Il y a une notion de quête d'identité. En ce qui me concerne, c'est le sujet central du film, mais pas pour vous ?

Non mais ce qui est intéressant, c'est que ça me concerne. Je ne pense pas à ça, mais quand on s'interroge sur quelqu'un, on s'interroge sur soi forcément.

"La quête d'identité, c'est sa quête d'identité à soi à travers quelqu'un d'autre, je pense."

Zabou Breitman

à franceinfo

Dans le film Cassandre, comment affronter les non-dits, c'est quand même aussi ce que dénonce ce film. Comment s'exécuter soi-même, se construire sans jamais ne rien devoir à personne. Est-ce que vous êtes dans cette lignée-là ?

Non, je dois tout le temps à quelqu'un.

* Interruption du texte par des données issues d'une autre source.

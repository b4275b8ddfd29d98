"""The keys of the desk, listed once for the Keyboard window and the help. No Qt here."""

from __future__ import annotations

KEYS = (
    ("F1", "Help on the page you are on"),
    ("Shift+F1", "This list of keys"),
    ("Tab, Shift+Tab", "Next or previous field"),
    ("F6", "Next region: plans, pages, page, explainer, work strip"),
    ("Ctrl+1, Ctrl+2, Ctrl+3", "Pages Case, Plans, Compare"),
    ("Space on a plan", "Hide or show this plan everywhere"),
    ("Enter", "Put a typed number into the case"),
    ("Escape", "Take a typed number back"),
    ("Up, Down", "Step a number; Page Up and Page Down step it ten times as far"),
    ("Left, Right on a chart", "Read the values of all plans at a year"),
    ("Up, Down on a chart", "Previous or next chart; the explainer tells what it shows"),
    ("Ctrl+C on a chart or table", "Copy it as a table"),
    ("F2, Delete, Alt+Up, Alt+Down in the plans", "Rename, remove, move a plan"),
    ("Left, Right, +, −, Insert, Delete on the calendar", "Move, repeat, add, remove a release"),
    ("Ctrl+V, Ctrl+D in the grid of releases", "Paste cells, fill down"),
    ("Ctrl+Z, Ctrl+Y", "Undo, redo"),
    ("Ctrl+N, Ctrl+O, Ctrl+S", "New case, open, save"),
    ("Ctrl+Shift+S, Ctrl+E", "Save as, export"),
    ("Ctrl+R", "Remarks"),
    ("Ctrl++, Ctrl+−", "Larger or smaller text"),
    ("Ctrl+W, Ctrl+Q", "Close the case, quit"),
    ("F9", "Hide or show the explainer"),
    ("Ctrl+F in the help", "Search all pages of the help"),
    ("Alt+Left, Alt+Right in the help", "Back, forward"),
    ("Alt and a letter", "A menu"),
)
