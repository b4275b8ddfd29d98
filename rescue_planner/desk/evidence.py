"""Numbers beside the fields of the Case page; no widgets, so that a test can check them."""

from __future__ import annotations

from collections.abc import Iterator
from typing import Any

from pydantic import BaseModel

from rescue_planner.case import measures
from rescue_planner.case.document import Case
from rescue_planner.case.filled import lethal_equivalents
from rescue_planner.case.population import Donor
from rescue_planner.case.quantity import FrozenMap, Quantity
from rescue_planner.case.screening import SOURCE, screening

KINDS = ("measured", "borrowed", "guessed", "not stated")


def quantities(held: Any) -> Iterator[Quantity]:  # noqa: ANN401 - any part of a case
    """Yield every number that a part of the case was given, defaults not counted."""
    if isinstance(held, Quantity):
        yield held
    elif isinstance(held, BaseModel):
        for name in type(held).model_fields:
            if name in held.model_fields_set:
                yield from quantities(getattr(held, name))
    elif isinstance(held, FrozenMap):
        for one in held.values():
            yield from quantities(one)
    elif isinstance(held, tuple):
        for one in held:
            yield from quantities(one)


PARTS = {
    "Time": "time",
    "Recipient": "recipient",
    "Donors": "donors",
    "Life cycle": "life_cycle",
    "Inbreeding cost": "inbreeding_cost",
    "Tracked loci": "loci",
    "Trait": "trait",
}  # section of the page: part of the case; plans and targets are choices


def tally(case: Case, section: str) -> dict[str, int]:
    """Count the numbers that a section was given by origin, as the annex has them."""
    counts = dict.fromkeys(KINDS, 0)
    for held in quantities(getattr(case, PARTS[section])) if section in PARTS else ():
        counts[held.origin or "not stated"] += 1
    return counts


def tally_in_words(case: Case, section: str) -> str:
    """Return the counts of a section as one line; empty where it was given no number."""
    counts = tally(case, section)
    return _counted(counts) if any(counts.values()) else ""


def evidence(case: Case) -> dict[str, int]:
    """Count the numbers of all sections by origin."""
    counts = [tally(case, section) for section in PARTS]
    return {kind: sum(one[kind] for one in counts) for kind in KINDS}


def evidence_in_words(case: Case) -> str:
    """Return the counts as one line."""
    return _counted(evidence(case))


def _counted(counts: dict[str, int]) -> str:
    return "  ·  ".join(f"{count} {kind}" for kind, count in counts.items())


def ratio_in_words(case: Case) -> str:
    """Return Ne against the adults counted, and today's inbreeding against the reference."""
    recipient = case.recipient
    ratio = float(recipient.effective_size.best) / float(recipient.adults.best)
    f = 1.0 - float(recipient.gene_diversity.best) / float(recipient.reference_gene_diversity.best)
    return (
        f"Ne is {ratio:.2f} of the adults counted.  Inbreeding today: F = 1 − "
        f"{recipient.gene_diversity.best:g}/{recipient.reference_gene_diversity.best:g} = {f:.2f}."
    )


def inbreeding_cost_in_words(case: Case) -> str:
    """Return what the lethal equivalents mean at F = 0.125 and 0.25."""
    from rescue_planner.theory.inbreeding import survival_factor

    load = lethal_equivalents(case)
    diploid = float(load.first_year.best)
    at = [100 * float(survival_factor(f, diploid)) for f in (0.125, 0.25)]
    words = (
        f"{diploid:g} diploid ({diploid / 2:g} haploid) in the first year: young of half sibs "
        f"(F = 0.125) survive {at[0]:.0f} %, of full sibs (F = 0.25) {at[1]:.0f} % as well as "
        "outbred young."
    )
    mother = float(load.young_per_female.best)
    if mother:
        kept = 100 * float(survival_factor(0.25, mother))
        words += f" A mother of F = 0.25 has {kept:.0f} % of the young of an outbred one."
    return words + " Does this look right?"


def lethal_source_in_words(case: Case) -> str:
    """Return where the first-year lethal equivalents are from, with the part of life covered."""
    if case.inbreeding_cost is None:
        return ""
    held = lethal_equivalents(case).first_year
    return f"{(held.origin or 'not stated').capitalize()}; source: {held.source or 'not stated'}."


def generations_in_words(case: Case) -> str:
    """Return the horizon in generations."""
    count = float(case.time.horizon_years.best) / float(case.time.generation_years.best)
    start, years = float(case.time.start_year.best), float(case.time.horizon_years.best)
    return f"{start:g} to {start + years:g}: {years:g} years are {count:.3g} generations."


def target_in_words(case: Case, index: int) -> str:
    """Return a target as a sentence in the unit its chart has: a share in per cent."""
    if index >= len(case.targets):
        return ""
    target = case.targets[index]
    times = 100.0 if measures.measure_of(target.measure).kind == "share" else 1.0
    unit = measures.unit(target.measure, case.currency)
    bounds = [
        f"{side} {float(bound.best) * times:g} {unit}"
        for side, bound in (("at least", target.at_least), ("at most", target.at_most))
        if bound is not None
    ]
    if not bounds:
        return ""
    return (
        f"Wanted: {measures.title(target.measure)} {' and '.join(bounds)} in "
        f"{target.by_year.best:g}."
    )


def removal_in_words(donor: Donor) -> str:
    """Return what an unstated removal limit means; nothing where one is stated."""
    if donor.most_removed_per_year is not None:
        return ""
    return (
        "△ Most removed a year: not stated, which is not unlimited. Removal limits are set by "
        "those responsible for the donor population: ask them."
    )


def screen_in_words(donor: Donor) -> str:
    """Return every question of a donor's screen with its answer and reason."""
    signs = {"speaks for low": "○", "raises the risk": "▲", "between": "?", "unknown": "?"}
    lines = [
        f"{signs[one.state]}  {one.question.capitalize()}: {one.answer} – {one.state}; "
        f"{one.reason}."
        for one in screening(donor).findings
    ]
    return "\n".join([*lines, f"Source: {SOURCE}."])


def screen_class(donor: Donor) -> str:
    """Return the class of a donor's screen in one sentence."""
    return screening(donor).sentence


def screen_cautions(donor: Donor) -> str:
    """Return what must be read with a donor's screen."""
    return "\n".join(f"△ {words}" for words in screening(donor).cautions)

J'ai beaucoup de culpabilité, on fait comme on peut, on se soigne, mais on essaye de faire au mieux. Ça ne veut pas dire qu'on est parfait, qu'on est complet, mais ça veut dire qu'on essaye. Je pense que la seule chose importante, c'est d'essayer et c'est fondamental. On a le droit d'être un peu con, on n'a pas droit de ne pas se soigner !

Comment étiez-vous enfant parce que Cassandre, elle a cette insouciance de l'enfance ?

Elle a une insouciance et je pense que ça la sauvera. Il y a des gens qui ont cette force-là. Tout le monde ne l'a pas parce que l'insouciance, c'est une forme de force vitale. Je pense que Cassandre, elle a ça et elle vivra.